Аннотация научной статьи по искусствоведению, автор научной работы — Мациевский Игорь Владимирович

Традиционная инструментальная музыкальная культура прошла огромный путь эволюции: от простейших синкретических форм палеолита до специализированных форм реализации рафинированных творений профессионального искусства. Проявления древнейших форм музыкального искусства встречаются вплоть до настоящего времени. Среди них звуковые комплексы живой и неживой природы, существующие за сотни миллионов лет до появления человека на Земле.

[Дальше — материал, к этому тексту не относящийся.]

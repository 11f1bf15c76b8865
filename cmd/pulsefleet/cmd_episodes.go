package main

import (
	"context"
	"encoding/csv"
	"encoding/json"
	"fmt"
	"io"
	"sort"
	"strconv"
	"strings"
	"time"

	"google.golang.org/protobuf/encoding/protojson"

	"github.com/pulsefleet/pulsefleet/alarms"
	"github.com/pulsefleet/pulsefleet/internal/caution"
	"github.com/pulsefleet/pulsefleet/internal/participants"
	pb "github.com/pulsefleet/pulsefleet/proto/pulsefleet/v1"
)

func init() {
	register(command{
		name: "episodes",
		summary: `List stored alarm episodes of one or more running gateways, newest onset first, with their review.
Per episode: the gateway that stored it and its id there (episode ids are per
gateway), device, condition, priority, onset, announced, ended, lowest SpO2,
who acknowledged it, and the newest review (label, reviewer, when, note,
revision). --participant PID keeps the episodes whose onset lies in one of
the participant's enrolments.

Several gateways (comma-separated) are merged into one list, newest onset
first. An episode stored on two gateways (the same device, condition and
onset: a device that moved during it) is listed once, from the gateway
holding most of it, and the number dropped is said on stderr. A gateway that
cannot be read does not stop the others: the listing says INCOMPLETE, names
it and the devices whose history the reachable gateways' ledgers show to be
partly elsewhere (stderr; "# incomplete:" comment lines in the CSV;
"incomplete": true and "gaps" in the JSON), and the command exits 3, so a
script cannot take a partial listing for a whole one. The CSV is the review
export (one row per episode, empty review columns when unreviewed);
'pulsefleet reviews' exports every revision.`,
		run: runEpisodes,
	})
}

// episodeColumns is the CSV header (times RFC 3339 UTC; empty = not happened).
var episodeColumns = []string{"gateway", "episode_id", "device", "condition", "priority", "onset", "announced", "ended",
	"min_spo2_pct", "acknowledged_by", "acknowledged", "review", "reviewer", "reviewed", "review_note", "review_revision"}

// episodeLimit is how many episodes one ListEpisodes call may return.
const episodeLimit = 10_000

// episodeRow is one episode with its gateway and newest review (nil = none).
type episodeRow struct {
	Gateway string
	Episode *pb.Episode
	Review  *pb.EpisodeReview
}

func runEpisodes(ctx context.Context, args []string, s stdio) error {
	var cf clientFlags
	fs := newFlagSet("episodes", "--gateway ADDR[,ADDR...] [--device ID] [--participant PID] [--since DUR] [--format table|csv|json]", s.err)
	cf.register(fs)
	device := fs.String("device", "", "only this device")
	since := fs.Duration("since", 0, "only episodes with onset within this long before now (0 = every stored episode)")
	format := fs.String("format", "table", "output: table (readable), csv or json")
	pid := fs.String("participant", "", "only episodes of this participant: onset inside one of their enrolments")
	if err := parseFlags(fs, args); err != nil {
		return err
	}
	if *pid != "" {
		if err := participants.CheckID("--participant", *pid); err != nil {
			return usagef("%v", err)
		}
	}
	switch *format {
	case "table", "csv", "json":
	default:
		return usagef("--format: %q, want table, csv or json", *format)
	}
	if *since < 0 {
		return usagef("--since %v, want 0 or more", *since)
	}
	addrs, err := cf.addrs()
	if err != nil {
		return err
	}
	var fromMS int64
	if *since > 0 {
		fromMS = time.Now().Add(-*since).UnixMilli()
	}
	all, failed := fetchEpisodes(ctx, &cf, addrs, *device, fromMS)
	rows, dups := dropDuplicateEpisodes(all)
	conflicts := activeElsewhere(all, rows)
	reachable := reachableOf(addrs, failed)
	if *pid != "" {
		ivs, err := remoteEnrolments(ctx, &cf, reachable)
		if err != nil {
			return err
		}
		rows = participantEpisodes(rows, ivs, *pid)
	}
	for _, a := range addrs {
		if n := countGateway(rows, a); n >= episodeLimit {
			fmt.Fprintf(s.err, "pulsefleet episodes: warning: gateway %s gave its limit of %d episodes; older ones are not listed (narrow with --since or --device)\n", a, episodeLimit)
		}
	}
	var only []string
	if *device != "" {
		only = []string{*device}
	}
	gaps := findGaps(ctx, &cf, reachable, failed, only)
	switch *format {
	case "csv":
		err = writeEpisodesCSV(s.out, rows, gaps.notes("episodes", 1000))
	case "json":
		err = writeEpisodesJSON(s.out, rows, failed, gaps, dups)
	default:
		err = writeEpisodesTable(s.out, rows, len(addrs) > 1)
	}
	if err != nil {
		return err
	}
	if dups > 0 {
		fmt.Fprintf(s.err, "pulsefleet episodes: %d episodes stored on two gateways (a device moved during the episode) are listed once, from the gateway with the most of it\n", dups)
	}
	for _, c := range conflicts {
		fmt.Fprintf(s.err, "pulsefleet episodes: warning: %s\n", safeText(c))
	}
	printGaps(s.err, "episodes", gaps, "episodes")
	return incomplete("episodes", len(addrs), failed)
}

// dropDuplicateEpisodes keeps one row per episode stored on several
// gateways (the same device, condition and onset: after a failover the
// survivor goes on with the episode its predecessor stored): the one that
// has most of it (not moved away, then ended, then acknowledged, then
// reviewed, then announced, then the later end). A copy on a gateway the
// device left goes on elsewhere, so the copy where it went wins even when the
// old one holds an acknowledgement. Order is kept; it returns how many were dropped.
func dropDuplicateEpisodes(rows []episodeRow) ([]episodeRow, int) {
	type key struct {
		dev, cond string
		onset     int64
	}
	keyOf := func(r episodeRow) key {
		return key{r.Episode.GetDeviceId(), r.Episode.GetCondition(), r.Episode.GetOnsetUnixMs()}
	}
	best := map[key]int{}
	for i, r := range rows {
		k := keyOf(r)
		if j, ok := best[k]; !ok || episodeRank(r).after(episodeRank(rows[j])) {
			best[k] = i
		}
	}
	out := rows[:0:0]
	for i, r := range rows {
		if best[keyOf(r)] == i {
			out = append(out, r)
		}
	}
	return out, len(rows) - len(out)
}

// activeElsewhere lists the dropped copies that are still active where the
// kept copy is not (a copy stored by a gateway the device left may be
// stale, or the kept one may be): the listing never silently hides an
// active copy, it says which.
func activeElsewhere(all, kept []episodeRow) []string {
	type key struct {
		dev, cond string
		onset     int64
	}
	keptBy := map[key]episodeRow{}
	for _, r := range kept {
		keptBy[key{r.Episode.GetDeviceId(), r.Episode.GetCondition(), r.Episode.GetOnsetUnixMs()}] = r
	}
	var out []string
	for _, r := range all {
		k := key{r.Episode.GetDeviceId(), r.Episode.GetCondition(), r.Episode.GetOnsetUnixMs()}
		if kr := keptBy[k]; kr.Episode != r.Episode && r.Episode.GetActive() && !kr.Episode.GetActive() {
			out = append(out, fmt.Sprintf("%s %s (onset %s): listed from %s (episode %d, not active), but %s holds it as active (episode %d)",
				r.Episode.GetDeviceId(), r.Episode.GetCondition(), msTime(k.onset), kr.Gateway, kr.Episode.GetEpisodeId(), r.Gateway, r.Episode.GetEpisodeId()))
		}
	}
	return out
}

// rank orders copies of one episode by how much of it they hold.
type rank [6]int64

func (a rank) after(b rank) bool {
	for i := range a {
		if a[i] != b[i] {
			return a[i] > b[i]
		}
	}
	return false
}

func episodeRank(r episodeRow) rank {
	e := r.Episode
	b := func(v bool) int64 {
		if v {
			return 1
		}
		return 0
	}
	return rank{b(e.GetMovedToGateway() == ""), b(e.GetEndedUnixMs() > 0), b(e.GetAcknowledgedUnixMs() > 0), b(r.Review != nil), b(e.GetAnnouncedUnixMs() > 0), e.GetEndedUnixMs()}
}

// participantEpisodes keeps the rows whose onset lies in one of pid's
// enrolments on the episode's device.
func participantEpisodes(rows []episodeRow, ivs []participants.Interval, pid string) []episodeRow {
	out := rows[:0]
	for _, r := range rows {
		if participants.Holder(ivs, r.Episode.GetDeviceId(), r.Episode.GetOnsetUnixMs()) == pid {
			out = append(out, r)
		}
	}
	return out
}

// gatewayError is a gateway that could not be read.
type gatewayError struct {
	Addr string
	Err  error
}

// gatewayFailures is the error of a merged listing that lacks gateways: it
// names each and what went wrong (nil when none failed).
func gatewayFailures(what string, total int, failed []gatewayError) error {
	if len(failed) == 0 {
		return nil
	}
	var parts []string
	for _, f := range failed {
		parts = append(parts, fmt.Sprintf("gateway %s: %v", f.Addr, f.Err))
	}
	return fmt.Errorf("%d of %d gateways could not be read, so the %s listed lack theirs: %s",
		len(failed), total, what, strings.Join(parts, "; "))
}

func countGateway(rows []episodeRow, addr string) int {
	n := 0
	for _, r := range rows {
		if r.Gateway == addr {
			n++
		}
	}
	return n
}

// fetchEpisodes reads every gateway's episodes and newest reviews; a
// gateway that fails is returned in failed, the others' rows are kept.
// Rows are ordered by onset, newest first (then gateway, then id).
func fetchEpisodes(ctx context.Context, cf *clientFlags, addrs []string, device string, fromMS int64) (rows []episodeRow, failed []gatewayError) {
	for _, a := range addrs {
		got, err := gatewayEpisodes(ctx, cf, a, device, fromMS)
		if err != nil {
			failed = append(failed, gatewayError{a, err})
			continue
		}
		rows = append(rows, got...)
	}
	sort.SliceStable(rows, func(i, j int) bool {
		ei, ej := rows[i].Episode, rows[j].Episode
		if ei.GetOnsetUnixMs() != ej.GetOnsetUnixMs() {
			return ei.GetOnsetUnixMs() > ej.GetOnsetUnixMs()
		}
		if rows[i].Gateway != rows[j].Gateway {
			return rows[i].Gateway < rows[j].Gateway
		}
		return ei.GetEpisodeId() > ej.GetEpisodeId()
	})
	return rows, failed
}

func gatewayEpisodes(ctx context.Context, cf *clientFlags, addr, device string, fromMS int64) ([]episodeRow, error) {
	conn, err := cf.dial(addr)
	if err != nil {
		return nil, err
	}
	defer conn.Close()
	cctx, cancel := context.WithTimeout(cf.ctx(ctx), 30*time.Second)
	defer cancel()
	fc := pb.NewFleetServiceClient(conn)
	eps, err := fc.ListEpisodes(cctx, &pb.ListEpisodesRequest{DeviceId: device, FromUnixMs: fromMS, Limit: episodeLimit})
	if err != nil {
		return nil, err
	}
	rvs, err := fc.ListReviews(cctx, &pb.ListReviewsRequest{DeviceId: device})
	if err != nil {
		return nil, fmt.Errorf("reviews: %w", err)
	}
	byID := map[uint64]*pb.EpisodeReview{}
	for _, r := range rvs.GetReviews() {
		byID[r.GetEpisodeId()] = r
	}
	out := make([]episodeRow, 0, len(eps.GetEpisodes()))
	for _, e := range eps.GetEpisodes() {
		out = append(out, episodeRow{Gateway: addr, Episode: e, Review: byID[e.GetEpisodeId()]})
	}
	return out, nil
}

// msTime is an RFC 3339 UTC time, or "" for 0 (not happened).
func msTime(ms int64) string {
	if ms == 0 {
		return ""
	}
	return time.UnixMilli(ms).UTC().Format(time.RFC3339)
}

func priorityWord(p pb.Priority) string {
	if p == pb.Priority_PRIORITY_UNSPECIFIED {
		return ""
	}
	return strings.TrimPrefix(strings.ToLower(p.String()), "priority_")
}

// episodeCells are a row's values in episodeColumns order.
func episodeCells(r episodeRow) []string {
	e, rv := r.Episode, r.Review
	cells := []string{r.Gateway, strconv.FormatUint(e.GetEpisodeId(), 10), e.GetDeviceId(), e.GetCondition(),
		priorityWord(e.GetPriority()), msTime(e.GetOnsetUnixMs()), msTime(e.GetAnnouncedUnixMs()), msTime(e.GetEndedUnixMs()),
		estCell(e.MinSpo2Pct, 1), e.GetAcknowledgedBy(), msTime(e.GetAcknowledgedUnixMs())}
	if rv == nil {
		return append(cells, "", "", "", "", "")
	}
	return append(cells, rv.GetLabel(), rv.GetReviewer(), msTime(rv.GetReviewedUnixMs()), rv.GetNote(), strconv.FormatUint(uint64(rv.GetRevision()), 10))
}

// writeEpisodesCSV writes the review export; notes (a merged answer's gaps)
// become "# incomplete:" comment lines after the caution.
func writeEpisodesCSV(w io.Writer, rows []episodeRow, notes []string) error {
	if err := writeCSVHead(w, notes); err != nil {
		return err
	}
	cw := csv.NewWriter(w)
	if err := cw.Write(episodeColumns); err != nil {
		return err
	}
	for _, r := range rows {
		if err := cw.Write(episodeCells(r)); err != nil {
			return err
		}
	}
	cw.Flush()
	return cw.Error()
}

// writeEpisodesJSON writes the episodes with, when the answer is merged
// without a gateway, "incomplete": true and the gaps, and the number of
// duplicates dropped.
func writeEpisodesJSON(w io.Writer, rows []episodeRow, failed []gatewayError, gaps *historyGaps, dups int) error {
	mo := protojson.MarshalOptions{UseProtoNames: true}
	type item struct {
		Gateway string          `json:"gateway"`
		Episode json.RawMessage `json:"episode"`
		Review  json.RawMessage `json:"review,omitempty"`
	}
	out := struct {
		Caution     string       `json:"caution"`
		Incomplete  bool         `json:"incomplete"`
		Episodes    []item       `json:"episodes"`
		Duplicates  int          `json:"duplicates_dropped"`
		Unreachable []string     `json:"unreadable_gateways,omitempty"`
		Gaps        *historyGaps `json:"gaps,omitempty"`
	}{Caution: caution.Text, Episodes: []item{}, Incomplete: gaps != nil, Duplicates: dups, Gaps: gaps}
	for _, r := range rows {
		eb, err := mo.Marshal(r.Episode)
		if err != nil {
			return err
		}
		it := item{Gateway: r.Gateway, Episode: eb}
		if r.Review != nil {
			rv := &pb.EpisodeReview{EpisodeId: r.Review.GetEpisodeId(), DeviceId: r.Review.GetDeviceId(), Label: r.Review.GetLabel(),
				Note: r.Review.GetNote(), Reviewer: r.Review.GetReviewer(), ReviewedUnixMs: r.Review.GetReviewedUnixMs(), Revision: r.Review.GetRevision()}
			if it.Review, err = mo.Marshal(rv); err != nil {
				return err
			}
		}
		out.Episodes = append(out.Episodes, it)
	}
	for _, f := range failed {
		out.Unreachable = append(out.Unreachable, f.Addr)
	}
	enc := json.NewEncoder(w)
	enc.SetIndent("", "  ")
	return enc.Encode(out)
}

func writeEpisodesTable(w io.Writer, rows []episodeRow, withGateway bool) error {
	head := []string{"EPISODE", "DEVICE", "CONDITION", "PRIORITY", "ONSET (UTC)", "ANNOUNCED", "ENDED", "MIN SpO2 %", "ACK BY", "REVIEW", "REVIEWER"}
	if withGateway {
		head = append([]string{"GATEWAY"}, head...)
	}
	t := newTable(w, 0, head...)
	short := func(ms int64) string {
		if ms == 0 {
			return "-"
		}
		return time.UnixMilli(ms).UTC().Format("2006-01-02 15:04:05")
	}
	for _, r := range rows {
		e := r.Episode
		day := time.UnixMilli(e.GetOnsetUnixMs()).UTC().Format("2006-01-02")
		clock := func(ms int64) string { // on the onset's day the time of day is enough
			if ms == 0 {
				return "-"
			}
			if t := time.UnixMilli(ms).UTC(); t.Format("2006-01-02") == day {
				return t.Format("15:04:05")
			}
			return short(ms)
		}
		ended := clock(e.GetEndedUnixMs())
		if e.GetEndedUnixMs() == 0 && e.GetActive() {
			ended = "active"
		} else if e.GetEndedUnixMs() == 0 && e.GetMovedToGateway() != "" {
			ended = "moved to " + e.GetMovedToGateway() // goes on there
		}
		label, who := "-", "-"
		if r.Review != nil {
			label, who = r.Review.GetLabel(), r.Review.GetReviewer()
			if r.Review.GetRevision() > 1 {
				label += fmt.Sprintf(" (rev %d)", r.Review.GetRevision())
			}
		}
		cells := []string{strconv.FormatUint(e.GetEpisodeId(), 10), e.GetDeviceId(), alarms.Label(e.GetCondition()),
			orDash(priorityWord(e.GetPriority())), short(e.GetOnsetUnixMs()), clock(e.GetAnnouncedUnixMs()), ended,
			fmtOpt(e.MinSpo2Pct, 1), orDash(e.GetAcknowledgedBy()), label, who}
		if withGateway {
			cells = append([]string{r.Gateway}, cells...)
		}
		t.row(cells...)
	}
	if len(rows) == 0 {
		fmt.Fprintln(w, "(no episodes)")
	}
	return t.flush()
}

Эоловы арфы и лиры, приспособленные человеком готовые звуковые орудия (флейты полых растений и птичьих костей, каменные барабаны и погремушки, морские раковины), а также специально изготовленные их имитации (типа бычьего рева, жужжалки, вращаемой завывалки и т.п. свободных аэрофонов) и поныне у ряда народов применяются как в архаических формах функционирования (магические акции, изгнание злого духа, устрашение диких зверей и отгон их от стада, приманивание животных при охоте, обрядовая практика и т.д.), так и в музыкальной терапии, детских забавах, игровом музицировании. Связи с физической, биологической музыкой и ее «орудиями» древнейших песен, наигрышей и музыкальных инструментов дают геоантропологическое обоснование многих, не обусловленных иными (стадиальными или миграционными) трактовками, сходных явлений в различных этнических культурах народов мира как в инструментарии, так и по музыкальной стилистике (ритмике, строе, звукорядах, мелодике, структуре) традиционных наигрышей и связанных с ними песен, шествий и танцев.

i Надоели баннеры? Вы всегда можете отключить рекламу.
iНе можете найти то, что вам нужно? Попробуйте сервис подбора литературы.
i Надоели баннеры? Вы всегда можете отключить рекламу.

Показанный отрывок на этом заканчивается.